Where in the records does the word "shown" occur? Copy each line in which it does.

· · · ·

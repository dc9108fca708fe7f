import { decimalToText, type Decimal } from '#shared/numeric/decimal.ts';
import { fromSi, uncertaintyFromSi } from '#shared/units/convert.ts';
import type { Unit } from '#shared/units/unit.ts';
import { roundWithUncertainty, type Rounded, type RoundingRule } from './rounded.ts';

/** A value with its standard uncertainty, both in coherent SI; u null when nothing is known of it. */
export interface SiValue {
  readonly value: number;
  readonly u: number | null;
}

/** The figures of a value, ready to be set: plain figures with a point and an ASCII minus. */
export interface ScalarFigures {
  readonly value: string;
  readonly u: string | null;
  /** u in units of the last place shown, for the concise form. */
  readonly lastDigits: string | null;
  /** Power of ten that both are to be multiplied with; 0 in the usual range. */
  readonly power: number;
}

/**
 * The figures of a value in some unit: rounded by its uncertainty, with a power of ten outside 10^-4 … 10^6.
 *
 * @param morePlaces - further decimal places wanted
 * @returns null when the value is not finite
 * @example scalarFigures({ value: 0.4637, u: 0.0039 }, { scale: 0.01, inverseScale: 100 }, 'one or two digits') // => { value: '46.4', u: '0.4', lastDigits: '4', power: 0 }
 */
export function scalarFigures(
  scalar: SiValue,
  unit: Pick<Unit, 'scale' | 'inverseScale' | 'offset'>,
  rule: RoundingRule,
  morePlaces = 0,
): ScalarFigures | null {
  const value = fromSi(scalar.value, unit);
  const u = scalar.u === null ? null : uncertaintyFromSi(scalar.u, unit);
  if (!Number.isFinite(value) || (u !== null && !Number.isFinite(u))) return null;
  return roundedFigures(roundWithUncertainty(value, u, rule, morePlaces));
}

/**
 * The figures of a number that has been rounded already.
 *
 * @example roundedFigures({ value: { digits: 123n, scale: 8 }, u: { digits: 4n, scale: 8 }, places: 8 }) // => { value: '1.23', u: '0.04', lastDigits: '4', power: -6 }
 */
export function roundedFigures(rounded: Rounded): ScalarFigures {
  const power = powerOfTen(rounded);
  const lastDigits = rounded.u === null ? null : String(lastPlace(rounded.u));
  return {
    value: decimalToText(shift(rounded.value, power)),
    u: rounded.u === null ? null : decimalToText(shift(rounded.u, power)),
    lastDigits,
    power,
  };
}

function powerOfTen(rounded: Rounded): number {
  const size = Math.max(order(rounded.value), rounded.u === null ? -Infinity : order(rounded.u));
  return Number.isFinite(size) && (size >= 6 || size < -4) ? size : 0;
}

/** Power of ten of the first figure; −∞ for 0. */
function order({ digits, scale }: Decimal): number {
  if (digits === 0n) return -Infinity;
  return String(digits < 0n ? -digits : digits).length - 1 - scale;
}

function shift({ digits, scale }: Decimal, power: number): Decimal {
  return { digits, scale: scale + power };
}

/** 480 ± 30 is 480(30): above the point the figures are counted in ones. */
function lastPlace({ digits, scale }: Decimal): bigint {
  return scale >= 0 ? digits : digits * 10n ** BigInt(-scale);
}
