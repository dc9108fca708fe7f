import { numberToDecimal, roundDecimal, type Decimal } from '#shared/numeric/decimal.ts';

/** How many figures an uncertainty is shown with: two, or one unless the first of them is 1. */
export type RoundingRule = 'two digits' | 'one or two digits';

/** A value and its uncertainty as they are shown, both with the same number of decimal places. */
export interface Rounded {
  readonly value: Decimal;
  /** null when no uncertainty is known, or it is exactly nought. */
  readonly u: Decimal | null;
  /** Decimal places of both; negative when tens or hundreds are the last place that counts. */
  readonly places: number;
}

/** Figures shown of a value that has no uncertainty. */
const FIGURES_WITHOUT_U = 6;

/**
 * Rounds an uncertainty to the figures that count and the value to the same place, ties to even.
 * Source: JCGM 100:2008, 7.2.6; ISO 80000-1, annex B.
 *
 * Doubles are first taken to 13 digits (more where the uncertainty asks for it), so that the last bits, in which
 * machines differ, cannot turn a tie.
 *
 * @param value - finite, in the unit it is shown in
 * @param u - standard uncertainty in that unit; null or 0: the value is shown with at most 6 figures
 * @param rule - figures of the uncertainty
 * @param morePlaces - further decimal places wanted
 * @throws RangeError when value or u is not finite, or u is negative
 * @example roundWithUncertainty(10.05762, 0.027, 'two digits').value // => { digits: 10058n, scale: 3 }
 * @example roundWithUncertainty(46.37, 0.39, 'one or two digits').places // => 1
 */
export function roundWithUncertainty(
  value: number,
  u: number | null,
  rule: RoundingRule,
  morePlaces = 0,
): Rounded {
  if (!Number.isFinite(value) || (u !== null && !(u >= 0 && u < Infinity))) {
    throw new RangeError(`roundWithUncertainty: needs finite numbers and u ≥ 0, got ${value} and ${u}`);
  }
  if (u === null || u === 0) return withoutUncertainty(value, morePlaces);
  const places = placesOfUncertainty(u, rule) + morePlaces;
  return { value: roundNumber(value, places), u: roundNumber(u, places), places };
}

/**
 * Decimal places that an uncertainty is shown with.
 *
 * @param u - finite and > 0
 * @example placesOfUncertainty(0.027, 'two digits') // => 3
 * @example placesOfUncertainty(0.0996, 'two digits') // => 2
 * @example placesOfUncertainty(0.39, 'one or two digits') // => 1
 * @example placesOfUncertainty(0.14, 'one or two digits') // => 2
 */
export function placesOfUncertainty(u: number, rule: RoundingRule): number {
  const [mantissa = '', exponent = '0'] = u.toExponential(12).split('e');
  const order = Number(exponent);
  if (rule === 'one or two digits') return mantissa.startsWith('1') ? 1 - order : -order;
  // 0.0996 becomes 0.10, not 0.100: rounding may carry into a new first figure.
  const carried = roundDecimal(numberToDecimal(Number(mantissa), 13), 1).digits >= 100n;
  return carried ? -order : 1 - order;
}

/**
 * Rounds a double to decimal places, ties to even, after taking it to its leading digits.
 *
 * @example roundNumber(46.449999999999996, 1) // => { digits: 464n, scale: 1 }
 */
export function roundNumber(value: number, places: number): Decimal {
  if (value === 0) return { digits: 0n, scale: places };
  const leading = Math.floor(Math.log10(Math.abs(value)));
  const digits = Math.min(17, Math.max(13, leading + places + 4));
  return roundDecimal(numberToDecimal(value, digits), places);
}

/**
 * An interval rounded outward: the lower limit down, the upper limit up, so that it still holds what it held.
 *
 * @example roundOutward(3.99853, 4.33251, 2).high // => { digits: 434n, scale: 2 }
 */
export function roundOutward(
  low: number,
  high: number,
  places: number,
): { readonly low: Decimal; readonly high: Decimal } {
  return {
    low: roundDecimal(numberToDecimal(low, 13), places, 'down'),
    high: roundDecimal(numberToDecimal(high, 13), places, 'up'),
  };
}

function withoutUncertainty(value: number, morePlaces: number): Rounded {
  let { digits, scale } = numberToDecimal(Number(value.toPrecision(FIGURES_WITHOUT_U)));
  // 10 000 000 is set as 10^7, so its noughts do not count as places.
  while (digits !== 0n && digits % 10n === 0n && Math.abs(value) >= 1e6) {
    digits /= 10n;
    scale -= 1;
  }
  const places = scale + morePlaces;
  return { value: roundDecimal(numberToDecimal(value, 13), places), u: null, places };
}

· · · ·

■ **Answer space**:
  /** u in units of the last place shown, for the concise form. */
/** How many figures an uncertainty is shown with: two, or one unless the first of them is 1. */
/** A value and its uncertainty as they are shown, both with the same number of decimal places. */
/** Figures shown of a value that has no uncertainty. */
 * @param value - finite, in the unit it is shown in
 * @param u - standard uncertainty in that unit; null or 0: the value is shown with at most 6 figures
 * Decimal places that an uncertainty is shown with.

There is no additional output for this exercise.